Brace for an ad blitz over Florida growth amendment
01/26/2010
By Aaron Deslatte
Orlando Sentinel
January 24, 2010
Aaron Deslatte
Brace for an ad blitz over Florida growth amendment
Get ready for a Super Bowl-like showcase of corporate-sponsored political advertising in the fall elections. No, we don't mean ads that will result from the U.S. Supreme Court's decision to allow companies and unions to blow big bucks directly on political ads for and against politicians.
We're talking about the war that Florida businesses and their lobbying arms are girding for against the Hometown Democracy constitutional amendment. It would ban local governments from making major changes in their development regulations without a public vote.
Publix Supermarkets, the Florida Chamber of Commerce, the Florida Association of Realtors and various developers poured $485,000 into a political-action committee, Floridians for Smarter Growth, last year. But that's just a down payment.
They officially kick off their campaign in Tallahassee this week, releasing an economic study that purports to show the amendment would kill jobs - the first move in an all-out blitz to convince voters that Amendment 4 would spell disaster for Florida's development-addicted economy.
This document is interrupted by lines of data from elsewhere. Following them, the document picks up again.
CREATE TABLE `deliveries` (
	`id` text PRIMARY KEY NOT NULL,
	`webhook_id` text NOT NULL,
	`message_id` text NOT NULL,
	`topic` text NOT NULL,
	`body` text NOT NULL,
	`status` text NOT NULL,
	`tries` integer DEFAULT 0 NOT NULL,
	`due_at` integer NOT NULL,
	`last_try_at` text,
	`last_status` integer,
	`last_error` text,
	`last_ms` integer,
	`created_at` text NOT NULL,
	FOREIGN KEY (`webhook_id`) REFERENCES `webhooks`(`id`) ON UPDATE no action ON DELETE cascade,
	CONSTRAINT "deliveries_status" CHECK(status IN ('waiting', 'sending', 'delivered', 'failed'))
) STRICT;
--> statement-breakpoint
CREATE INDEX `deliveries_due` ON `deliveries` (`status`,`due_at`);--> statement-breakpoint
CREATE INDEX `deliveries_webhook` ON `deliveries` (`webhook_id`,`id`);--> statement-breakpoint
CREATE UNIQUE INDEX `deliveries_message` ON `deliveries` (`webhook_id`,`message_id`);--> statement-breakpoint
CREATE TABLE `webhooks` (
	`id` text PRIMARY KEY NOT NULL,
	`user_id` text NOT NULL,
	`url` text NOT NULL,
	`name` text NOT NULL,
	`topics` text NOT NULL,
	`secret` text NOT NULL,
	`previous_secret` text,
	`previous_until` text,
	`disabled_at` text,
	`disabled_why` text,
	`revision` integer DEFAULT 1 NOT NULL,
	`created_at` text NOT NULL,
	FOREIGN KEY (`user_id`) REFERENCES `users`(`id`) ON UPDATE no action ON DELETE cascade,
	CONSTRAINT "webhooks_topics" CHECK(json_valid(topics))
) STRICT;
--> statement-breakpoint
CREATE INDEX `webhooks_user` ON `webhooks` (`user_id`);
Hometown Democracy's primary adversaries are all groups whose lifeblood could be cut off. Corporations and builders constantly need local governments to change their comprehensive growth plans in order to plop down new strip malls, gated communities, apartment complexes, even landfills. Publix gave $125,000 last year; the Florida Chamber gave $80,000; Realtors $70,000, Waste Management Inc. $50,000, and the Homebuilders Association of Metro Orlando kicked in $4,000.
Meanwhile, that corporate focus on Hometown Democracy could have ramifications for another fight that the Republican leadership of the Florida Legislature wants to wage.
Last week, another citizen-petition group called FairDistrictsFlorida.org turned in the last of the 676,811 voter signatures needed to place its two redistricting amendments on the November ballot. If passed, the amendments would force lawmakers to re-draw state and congressional legislative districts without benefiting incumbents or political parties when the reapportionment process begins in earnest in 2011.
FairDistrictsFlorida.org has raised and spent more than $3.1million from Democratic check-writers such as the Service Employee International Union, the state and national arm of the National Education Association, and a host of Florida trial bar firms. Democrats are hoping a "fairer" redistricting process would result in the election of ... more Democrats.
House Speaker-designate Dean Cannon, R- Winter Park, and Senate President-designate Mike Haridopolos, R-Merritt Island - who will oversee the re-drawing of political maps as the Legislature's presiding officers - have been doing their utmost to throw a wrench in the movement. Their House and Senate committees have collectively spent more than $270,000 on outside counsel to study the impact of the amendments. Cannon said the committees' work had raised significant questions about whether the amendments could be implemented.
But if the legislators decide to lead an opposition campaign, they'll have a hard case to make to traditional GOP major donors, who are more fixated on Hometown Democracy - which is more in their own economic self-interest to defeat.
"Whatever they do, we're going to be ready for it," said Miami lawyer Ellen Freidin, chair of the FairDistricts group.
Enter Associated Industries of Florida. The lobbying group says it has volunteered to be the "tip of the spear" by going to court to block the amendments from ever reaching voters. "This is a simple attempt by trial lawyers and labor unions to tip the scales in how things are done in Tallahassee," says AIF President Barney Bishop, a past Florida Democratic Party executive director who says the unions and trial lawyers had no problem with the process when Democrats were in charge. "The only reason they want to change the process now is because they're out of power."